PROBLEM REQUIREMENTS >> Below are the records. Retype exactly the lines between the lines holding "fn unique(table: &mut" and "a TOML time.", inclusive.
───── DATA FOR REVIEW ─────
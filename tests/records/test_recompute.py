"""Recorded results run again, here from the workbook and from its archive; searched in many archives."""

from __future__ import annotations

import json
import shutil
from pathlib import Path

import pytest

from trunnion.calculations import templates
from trunnion.calculations.digest import sha256
from trunnion.calculations.run import Outcome
from trunnion.records import recompute
from trunnion.records.find import INDEX, find
from trunnion.records.recompute import DIFFERS, REPRODUCED, WITHIN, compare_result

pytestmark = pytest.mark.needs("ssh-keygen")
RESULT = {
    "quantity": "q",
    "of": "a",
    "over": None,
    "unit": "deg",
    "basis": "exact",
    "lo": 20.0,
    "hi": 20.0,
    "attained": None,
}


def consents(desk) -> list[str]:
    found = []
    for path in sorted((desk.workbook / "templates").glob("*.ipynb")):
        found += ["--consent", sha256(path.read_bytes())]
    return found


@pytest.mark.parametrize(("now", "state"), [
    ({}, REPRODUCED), ({"lo": 20.0 + 1e-9}, WITHIN), ({"lo": 20.0 + 3e-8}, DIFFERS), ({"unit": "rad"}, DIFFERS),
    ({"basis": "sampled"}, DIFFERS), ({"attained": 20.0}, DIFFERS), ({"lo": float("nan")}, DIFFERS),
])  # fmt: skip
def test_results_are_compared_within_the_stated_tolerance(now: dict, state: str) -> None:
    assert compare_result("C01", "res:q", RESULT, {**RESULT, **now}).state == state


def test_a_result_that_is_gone_or_new_differs() -> None:
    assert compare_result("C01", "res:q", RESULT, None).why == "not recorded now"
    assert compare_result("C01", "res:q", None, RESULT).why == "not recorded then"


def test_a_workbook_is_recomputed_and_the_check_says_so(desk, capsys) -> None:
    assert desk.run("recompute", desk.workbook, *consents(desk)) == 0
    assert "2 reproduced" in capsys.readouterr().out
    desk.sign("prepared")
    desk.sign("checked")
    (path,) = (desk.workbook / "records" / "signatures" / "A").glob("checked-*.json")
    assert json.loads(path.read_text())["recomputed"]["summary"] == "2 reproduced"


def test_a_stored_result_that_is_not_what_runs_differs(desk, capsys, monkeypatch) -> None:
    """The stored notebooks stand for what runs."""

    def stored(folder, jobs, tell):
        bodies = {job.id: json.loads((desk.outputs / "A" / "bodies" / f"{job.key}.ipynb").read_bytes()) for job in jobs}
        return {name: Outcome(name, True) for name in bodies}, bodies

    monkeypatch.setattr(recompute, "_run", stored)
    results = desk.outputs / "A" / "results.json"
    results.write_text(results.read_text().replace('"lo": 65.0', '"lo": 65.5'))
    assert desk.run("recompute", desk.workbook, *consents(desk)) == 1
    assert "1 differs, 1 reproduced" in capsys.readouterr().out


def test_an_archive_is_recomputed_with_consent_to_each_content(archived_once, issued_once, capsys) -> None:
    path = archived_once / "MIN-001-A.zip"
    assert issued_once.run("recompute", path) == 1
    told = capsys.readouterr()
    assert "no consent to template tiny-margin" in told.out
    assert "runs as you, not isolated" in told.err
    assert issued_once.run("recompute", path, *consents(issued_once), "--json") == 0
    found = json.loads(capsys.readouterr().out)
    assert found["summary"] == "2 reproduced"
    assert [entry["template"] for entry in found["consents"]] == ["tiny-margin", "tiny-sum"]
    assert found["same_bodies"] == ["C01", "C02"]


def test_the_environment_is_reduced_to_the_named_list(monkeypatch) -> None:
    import os

    monkeypatch.setenv("SECRET_TOKEN", "x")
    with recompute.reduced_environment():
        assert set(os.environ) <= set(recompute.ENVIRONMENT)
    assert os.environ["SECRET_TOKEN"] == "x"


def test_an_installed_template_that_differs_is_said(archived_once, monkeypatch, tmp_path) -> None:
    """The same archive, as if its templates had come with the program and changed since."""
    root = Path(shutil.copytree(archived_once / "MIN-001-A", tmp_path / "bag"))
    local = root / "data" / "workbook" / "templates"
    shipped = tmp_path / "shipped"
    shutil.copytree(local, shipped)
    (root / "data" / "templates").mkdir(exist_ok=True)
    for path in sorted(local.glob("*.ipynb")):
        shutil.move(path, root / "data" / "templates" / path.name)
    text = (shipped / "tiny-margin.ipynb").read_text()
    (shipped / "tiny-margin.ipynb").write_text(text.replace("margin = 90.0 -", "margin = 90.5 -"))
    monkeypatch.setattr(templates, "shipped_folder", lambda: shipped)
    monkeypatch.setattr(recompute, "problems", lambda root: [])
    found = recompute.recompute_archive(root, consent=lambda template: False)
    assert [row.state for row in found.rows] == [DIFFERS, REPRODUCED]
    assert found.templates == ("template differs: tiny-margin (C01)",)
    asked = []
    found = recompute.recompute_archive(
        root, consent=lambda template: not asked.append(template.name), own_templates=True
    )
    assert [row.state for row in found.rows] == [REPRODUCED, REPRODUCED]
    assert asked == ["tiny-margin"]


def test_compare_takes_archives(archived_once, issued, capsys) -> None:
    issued.run("revise", issued.workbook, "--reason", "Steeper")
    issued.edit("steepest: 25 deg", "steepest: 30 deg")
    issued.run("compute", issued.workbook, "--no-pdf", "--quiet", "--allow-local-templates")
    capsys.readouterr()
    archive, now = archived_once / "MIN-001-A.zip", issued.outputs / "B"
    assert issued.run("compare", archive, now, "--json", "--html", issued.workbook / "c.html") == 0
    found = json.loads(capsys.readouterr().out)
    assert found["calculations"]["changed"] == ["C01"]
    assert issued.run("compare", archive, archived_once / "MIN-001-A") == 0
    assert "Nothing differs." in capsys.readouterr().out


def test_archives_are_searched_and_the_index_is_rebuilt_from_them(archived_once, issued_once, tmp_path, capsys) -> None:
    folder = tmp_path / "many"
    (folder / "deep").mkdir(parents=True)
    shutil.copy(archived_once / "MIN-001-A.zip", folder / "one.zip")
    shutil.copytree(archived_once / "MIN-001-A", folder / "deep" / "two")
    (folder / "broken.zip").write_bytes(b"PK\x05\x06 no archive")
    found = find(folder, ["lock margin", "ordinary"])
    assert {hit.archive for hit in found.hits} == {"one.zip", "deep/two"}
    assert {hit.kind for hit in found.hits} == {"result"}
    assert [name for name, _ in found.unread] == ["broken.zip"]
    for words, kind in ((["ada"], "person"), (["MIN-001"], "document"), (["R2", "meets"], "requirement")):
        assert {hit.kind for hit in find(folder, words).hits} == {kind}
    kept = (folder / INDEX).read_bytes()
    (folder / INDEX).write_text('{"schema": 1, "archives": {"one.zip": []}}')
    find(folder, ["ada"])
    assert (folder / INDEX).read_bytes() == kept
    key = issued_once.keys / "a1"
    assert issued_once.run("withdraw", folder / "one.zip", "--reason", "Wrong", "--key", key) == 0
    assert all(hit.withdrawn for hit in find(folder, ["ada"]).hits)
    assert issued_once.run("find", folder, "lock margin") == 0
    assert "WITHDRAWN" in capsys.readouterr().out
    assert issued_once.run("find", folder, "nowhere") == 1


def test_an_input_above_the_copied_size_is_not_held_and_said_so(desk, tmp_path, capsys) -> None:
    desk.edit("workbook: 1\n", "workbook: 1\n\nmax copied size: 10 B\n")
    assert desk.run("compute", desk.workbook, "--no-pdf", "--quiet", "--allow-local-templates") == 0
    desk.sign_all()
    assert desk.issue() == 0
    assert desk.run("archive", desk.workbook, "--key", desk.keys / "a1", "--into", tmp_path / "made") == 0
    path = tmp_path / "made" / "MIN-001-A.zip"
    held = tmp_path / "made" / "MIN-001-A" / "data"
    assert not (held / "workbook" / "data" / "numbers.csv").exists()
    assert "| inputs not held here | `data/numbers.csv` |" in (held / "CONTENTS.md").read_text()
    assert desk.run("audit", path, "--signers", desk.signers) == 0
    capsys.readouterr()
    assert desk.run("recompute", path, *consents(desk)) == 1
    assert "1 reproduced, 1 input not held" in capsys.readouterr().out
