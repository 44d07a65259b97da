"""Archives touched by chance and by people: what matters is noticed, and nothing crashes."""

from __future__ import annotations

import importlib.util
import json
import random
import shutil
import sys
from pathlib import Path

import bagit
import pytest

from trunnion.records import bag
from trunnion.records.audit import Verdict, audit
from trunnion.records.statements import canonical

pytestmark = pytest.mark.needs("ssh-keygen")
_SPEC = importlib.util.spec_from_file_location("forging", Path(__file__).with_name("forging.py"))
assert _SPEC is not None
assert _SPEC.loader is not None
forging = importlib.util.module_from_spec(_SPEC)
sys.modules["forging"] = forging
_SPEC.loader.exec_module(forging)


def verdict(path: Path, keys: Path) -> Verdict:
    return audit(path, signers=(keys / "allowed_signers").read_bytes()).verdict


def forger(root: Path, seed: int, keys: Path):
    made = forging.Forger(root, seed)
    made.keys = keys
    return made


def attacked(original: Path, root: Path, attack, seed: int, keys: Path):
    """A fresh copy with one attack carried out and every digest put right; its bag is valid."""
    shutil.rmtree(root, ignore_errors=True)
    shutil.copytree(original, root)
    made = forger(root, seed, keys)
    attack(made)
    made.settle()
    assert bag.problems(root) == [], attack.__name__
    assert bagit.Bag(str(root)).is_valid(), attack.__name__
    return made


def test_attackers_without_keys_fail_though_every_digest_is_right(archived_once, people_keys, tmp_path, count) -> None:
    """300 adversarial changes in the full run; bagit (a program of its own) finds each altered bag valid."""
    attacks = (*forging.SIGNED_BY_PEOPLE, *forging.SIGNED_BY_ARCHIVIST)
    for seed in range(count(300)):
        attack = attacks[seed % len(attacks)]
        attacked(archived_once / "MIN-001-A", tmp_path / "MIN-001-A", attack, seed, people_keys)
        assert verdict(tmp_path / "MIN-001-A", people_keys) is Verdict.NOT_VALID, (attack.__name__, seed)


@pytest.mark.parametrize("attack", forging.SIGNED_BY_PEOPLE, ids=lambda attack: attack.__name__)
def test_an_attacker_with_the_archivists_key_fails_at_what_people_signed(
    archived_once, people_keys, tmp_path, attack
) -> None:
    made = attacked(archived_once / "MIN-001-A", tmp_path / "MIN-001-A", attack, 7, people_keys)
    made.archivist(people_keys / "a1")
    found = audit(made.root, signers=(people_keys / "allowed_signers").read_bytes())
    assert found.rows[2].mark.value == "good", "the archive's own signature holds"
    assert found.verdict is Verdict.NOT_VALID


def test_what_only_the_archivist_signs_is_only_as_good_as_that_key(archived_once, people_keys, tmp_path) -> None:
    """Stated, not hidden: pages are vouched for by the archive's signature and by nothing else."""
    made = attacked(archived_once / "MIN-001-A", tmp_path / "MIN-001-A", forging.page, 7, people_keys)
    made.archivist(people_keys / "a1")
    assert verdict(made.root, people_keys) is Verdict.VALID


def test_a_forged_archive_with_keys_of_its_own_is_never_valid(archived_once, people_keys, tmp_path, make_key) -> None:
    """Everything made anew: notebook, people's signatures, key list, archive's signature; all by the forger's keys."""
    root = Path(shutil.copytree(archived_once / "MIN-001-A", tmp_path / "MIN-001-A"))
    made = forger(root, 3, people_keys)
    forging.notebook_text(made)
    lines = []
    for person, role in (("p1", "prepared"), ("c1", "checked"), ("a1", "approved")):
        key = make_key(tmp_path / person)
        more = ",archived@trunnion" if person == "a1" else ""
        lines.append(
            f'{person} namespaces="{role}@trunnion{more}" {(tmp_path / f"{person}.pub").read_text().strip()}\n'
        )
        path = made.statement(role)
        statement = canonical(json.loads(path.read_bytes()))
        path.with_name(path.name + ".sig").write_bytes(made.sign(key, f"{role}@trunnion", statement))
    (root / forging.RECORD / "allowed_signers").write_text("".join(lines))
    made.settle()
    made.archivist(tmp_path / "a1")
    assert bagit.Bag(str(root)).is_valid()
    assert audit(root).verdict is Verdict.CONSISTENT, "by its own list; it never says valid"
    assert verdict(root, people_keys) is Verdict.NOT_VALID


def test_even_a_trusted_list_with_one_key_under_two_names_is_one_person(archived_once, people_keys, tmp_path) -> None:
    made = attacked(archived_once / "MIN-001-A", tmp_path / "MIN-001-A", forging.two_names, 1, people_keys)
    made.archivist(people_keys / "a1")
    listed = (made.root / forging.RECORD / "allowed_signers").read_bytes()
    found = audit(made.root, signers=listed)
    assert found.verdict is Verdict.NOT_VALID
    assert any("prepared and checked by the same person" in row.found for row in found.rows)


def mutate(root: Path, chance: random.Random) -> tuple[dict[Path, bytes | None], str]:
    """One random change: flip, delete, add or swap; returns what was there before, to be put back."""
    files = sorted(path for path in root.rglob("*") if path.is_file())
    kinds = sorted({path.suffix for path in files})
    kind = chance.choice(kinds)
    path = chance.choice([path for path in files if path.suffix == kind])
    content = path.read_bytes()
    at = chance.randrange(len(content))
    what = chance.choice(["flip", "cut", "insert", "swap bytes", "delete file", "add file", "swap files", "empty"])
    if what == "flip":
        new = content[:at] + bytes([content[at] ^ 1 << chance.randrange(8)]) + content[at + 1 :]
    elif what == "cut":
        new = content[:at] + content[at + chance.randint(1, 20) :]
    elif what == "insert":
        new = content[:at] + chance.randbytes(chance.randint(1, 20)) + content[at:]
    elif what == "swap bytes":
        other = chance.randrange(len(content))
        changed = bytearray(content)
        changed[at], changed[other] = changed[other], changed[at]
        new = bytes(changed)
    elif what == "empty":
        new = b""
    elif what == "delete file":
        path.unlink()
        return {path: content}, f"{what} {path.name}"
    elif what == "add file":
        added = path.with_name(f"{chance.randrange(10**6)}{kind}")
        added.write_bytes(content)
        return {added: None}, f"{what} {added.name}"
    else:
        second = chance.choice(files)
        former = {path: content, second: second.read_bytes()}
        path.write_bytes(former[second])
        second.write_bytes(content)
        return former, f"{what} {path.name} {second.name}"
    path.write_bytes(new)
    return {path: content}, f"{what} {path.name} at {at}"


def test_random_changes_that_matter_are_noticed(archived_once, people_keys, tmp_path, count) -> None:
    """2,000 random changes in the full run. What does not matter: the line end after a signature's last line."""
    root = Path(shutil.copytree(archived_once / "MIN-001-A", tmp_path / "MIN-001-A"))
    for seed in range(count(2000)):
        former, what = mutate(root, random.Random(seed))
        same = all(old is not None and path.is_file() and path.read_bytes() == old for path, old in former.items())
        signature = root / bag.SIGNATURE
        line_end = (
            list(former) == [signature] and signature.is_file() and signature.read_bytes() == former[signature][:-1]
        )
        found = verdict(root, people_keys)
        expected = Verdict.VALID if same or line_end else Verdict.NOT_VALID
        assert found is expected, (seed, what)
        for path, old in former.items():
            path.unlink(missing_ok=True)
            if old is not None:
                path.write_bytes(old)
    assert verdict(root, people_keys) is Verdict.VALID


def test_random_changes_to_the_zip_are_refused_or_change_nothing(archived_once, people_keys, tmp_path, count) -> None:
    whole = (archived_once / "MIN-001-A.zip").read_bytes()
    path = tmp_path / "touched.zip"
    ends = [0, len(whole) - 200, len(whole) - 4000]
    for seed in range(count(500)):
        chance = random.Random(seed)
        at = min(len(whole) - 1, max(0, chance.choice([*ends, chance.randrange(len(whole))]) + chance.randrange(200)))
        changed = {
            "flip": whole[:at] + bytes([whole[at] ^ 1 << chance.randrange(8)]) + whole[at + 1 :],
            "cut": whole[:at] + whole[at + chance.randint(1, 50) :],
            "truncate": whole[:at],
            "insert": whole[:at] + chance.randbytes(3) + whole[at:],
        }[chance.choice(["flip", "cut", "truncate", "insert"])]
        path.write_bytes(changed)
        found = verdict(path, people_keys)
        assert found in (Verdict.NOT_VALID, Verdict.VALID)
        if found is Verdict.VALID:
            assert _content(path) == _content(archived_once / "MIN-001-A.zip"), seed


def _content(path: Path) -> dict[str, bytes]:
    from trunnion.records.reading import opened

    with opened(path) as root:
        return {name: (root / name).read_bytes() for name in bag.files_of(root)}
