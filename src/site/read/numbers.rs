//! Numbers with a range.

use crate::decode::Section;

fn checked(
    section: &mut Section<'_>,
    key: &str,
    good: impl Fn(f64) -> bool,
    range: &str,
) -> Option<f64> {
    let node = section.node(key)?;
    let value = node.number()?;
    if good(value) {
        return Some(value);
    }
    node.fault(
        "out-of-range",
        format!("`{key}` is {value}, but it is {range}"),
        "correct the number, or take the key out if it is not known",
    );
    None
}

/// A number from `low` to `high`.
pub(super) fn within(section: &mut Section<'_>, key: &str, low: f64, high: f64) -> Option<f64> {
    let range = format!("a number from {low} to {high}");
    checked(section, key, |v| (low..=high).contains(&v), &range)
}

/// A number above zero.
pub(super) fn above_zero(section: &mut Section<'_>, key: &str) -> Option<f64> {
    checked(section, key, |v| v > 0.0, "always above 0")
}

/// A number that is not negative.
pub(super) fn not_negative(section: &mut Section<'_>, key: &str) -> Option<f64> {
    checked(section, key, |v| v >= 0.0, "never negative")
}
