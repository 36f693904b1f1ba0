//! Lists of words and lists of tables: species, crops, media, shifts, places, phones.

use std::collections::HashSet;

use jiff::civil::Time;

use super::{numbers, texts};
use crate::decode::{Node, Section, Value};
use crate::fault::{did_you_mean, shown};
use crate::site::{Media, Phone, Place, PlaceKind, Shift};

/// The items of a list, where one text stands for a list of one.
fn items<'t>(section: &mut Section<'t>, key: &str) -> Vec<Node<'t>> {
    let Some(node) = section.node(key) else {
        return Vec::new();
    };
    match node.value() {
        Value::String(_) => vec![node],
        Value::Array(_) => node.list().unwrap_or_default(),
        _ => {
            node.texts();
            Vec::new()
        }
    }
}

/// Ids that must be known, each once.
pub(super) fn known(section: &mut Section<'_>, key: &str, known: &[String]) -> Vec<String> {
    let mut found: Vec<String> = Vec::new();
    for node in items(section, key) {
        let Some(id) = node.text() else { continue };
        if !known.contains(&id) {
            let all = format!("it takes {}", known.join(", "));
            node.fault(
                "unknown-id",
                format!("no {key} is called `{}`", shown(&id)),
                did_you_mean(&id, known.iter().map(String::as_str), &all),
            );
        } else if found.contains(&id) {
            twice(&node, &id);
        } else {
            found.push(id);
        }
    }
    found
}

/// Words out of a set, each once.
pub(super) fn each_of<T: PartialEq>(
    section: &mut Section<'_>,
    key: &str,
    words: &[&str],
    of: impl Fn(&str) -> Option<T>,
) -> Vec<T> {
    let mut found = Vec::new();
    for node in items(section, key) {
        match texts::word_of(&node, words, &of) {
            Some(value) if found.contains(&value) => twice(&node, &node.text().unwrap_or_default()),
            Some(value) => found.push(value),
            None => {}
        }
    }
    found
}

fn twice(node: &Node<'_>, word: &str) {
    node.fault(
        "named-twice",
        format!("`{}` is in `{}` twice", shown(word), node.name()),
        "take one of them out",
    );
}

/// Volumes of media.
pub(super) fn media(root: &mut Section<'_>, kinds: &[String]) -> Vec<Media> {
    let known: Vec<&str> = kinds.iter().map(String::as_str).collect();
    let mut found = Vec::new();
    for mut table in root.sections("media") {
        let kind = table.required("kind").and_then(|node| {
            texts::word_of(&node, &known, |w| known.contains(&w).then(|| w.to_owned()))
        });
        table.required("volume_l");
        let volume_l = numbers::above_zero(&mut table, "volume_l");
        if let (Some(kind), Some(volume_l)) = (kind, volume_l) {
            found.push(Media { kind, volume_l });
        }
        table.finish();
    }
    found
}

/// Shifts, each with a name of its own.
pub(super) fn shifts(root: &mut Section<'_>) -> Vec<Shift> {
    let mut names = HashSet::new();
    let mut found = Vec::new();
    for mut table in root.sections("shift") {
        let name = unique(&mut table, &mut names);
        let start = time_of_day(&mut table, "start");
        let end = time_of_day(&mut table, "end");
        if let (Some(name), Some(start), Some(end)) = (name, start, end) {
            found.push(Shift { name, start, end });
        }
        table.finish();
    }
    found
}

/// Places, each with a name of its own.
pub(super) fn places(root: &mut Section<'_>) -> Vec<Place> {
    let mut names = HashSet::new();
    let mut found = Vec::new();
    for mut table in root.sections("place") {
        let name = unique(&mut table, &mut names);
        let kind = texts::one_of(&mut table, "kind", PlaceKind::WORDS, PlaceKind::of);
        if let Some(name) = name {
            found.push(Place { name, kind });
        }
        table.finish();
    }
    found
}

/// Whom to call.
pub(super) fn phones(root: &mut Section<'_>) -> Vec<Phone> {
    let mut found = Vec::new();
    for mut table in root.sections("phone") {
        let who = texts::required_words(&mut table, "who");
        let number = texts::required_words(&mut table, "number");
        if let (Some(who), Some(number)) = (who, number) {
            found.push(Phone { who, number });
        }
        table.finish();
    }
    found
}

/// A name that no other table of this list has.
fn unique(table: &mut Section<'_>, names: &mut HashSet<String>) -> Option<String> {
    let name = texts::required_words(table, "name")?;
    if names.insert(name.clone()) {
        return Some(name);
    }
    if let Some(node) = table.node("name") {
        twice(&node, &name);
    }
    None
}

/// A time of day, as a text `06:00` or a TOML time.
fn time_of_day(table: &mut Section<'_>, key: &str) -> Option<Time> {
    let node = table.required(key)?;
    let text = match node.value() {
        Value::Datetime(when) => when.to_string(),
        _ => node.text()?,
    };
    let parsed = clock(&text);
    if parsed.is_none() {
        node.fault(
            "bad-time",
            format!("`{key}` is `{}`, which is not a time of day", shown(&text)),
            "write it as HH:MM, from 00:00 to 23:59",
        );
    }
    parsed
}

/// `HH:MM` or `HH:MM:SS`, and nothing else.
fn clock(text: &str) -> Option<Time> {
    let digits = |part: &str| -> Option<i8> {
        let two = part.len() == 2 && part.bytes().all(|b| b.is_ascii_digit());
        if two { part.parse().ok() } else { None }
    };
    let mut parts = text.split(':');
    let hour = digits(parts.next()?)?;
    let minute = digits(parts.next()?)?;
    let second = parts.next().map_or(Some(0), digits)?;
    if parts.next().is_some() {
        return None;
    }
    Time::new(hour, minute, second, 0).ok()
}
─────
OUTPUT OF THE TASK >>
fn unique(table: &mut Section<'_>, names: &mut HashSet<String>) -> Option<String> {
    let name = texts::required_words(table, "name")?;
    if names.insert(name.clone()) {
        return Some(name);
    }
    if let Some(node) = table.node("name") {
        twice(&node, &name);
    }
    None
}

/// A time of day, as a text `06:00` or a TOML time.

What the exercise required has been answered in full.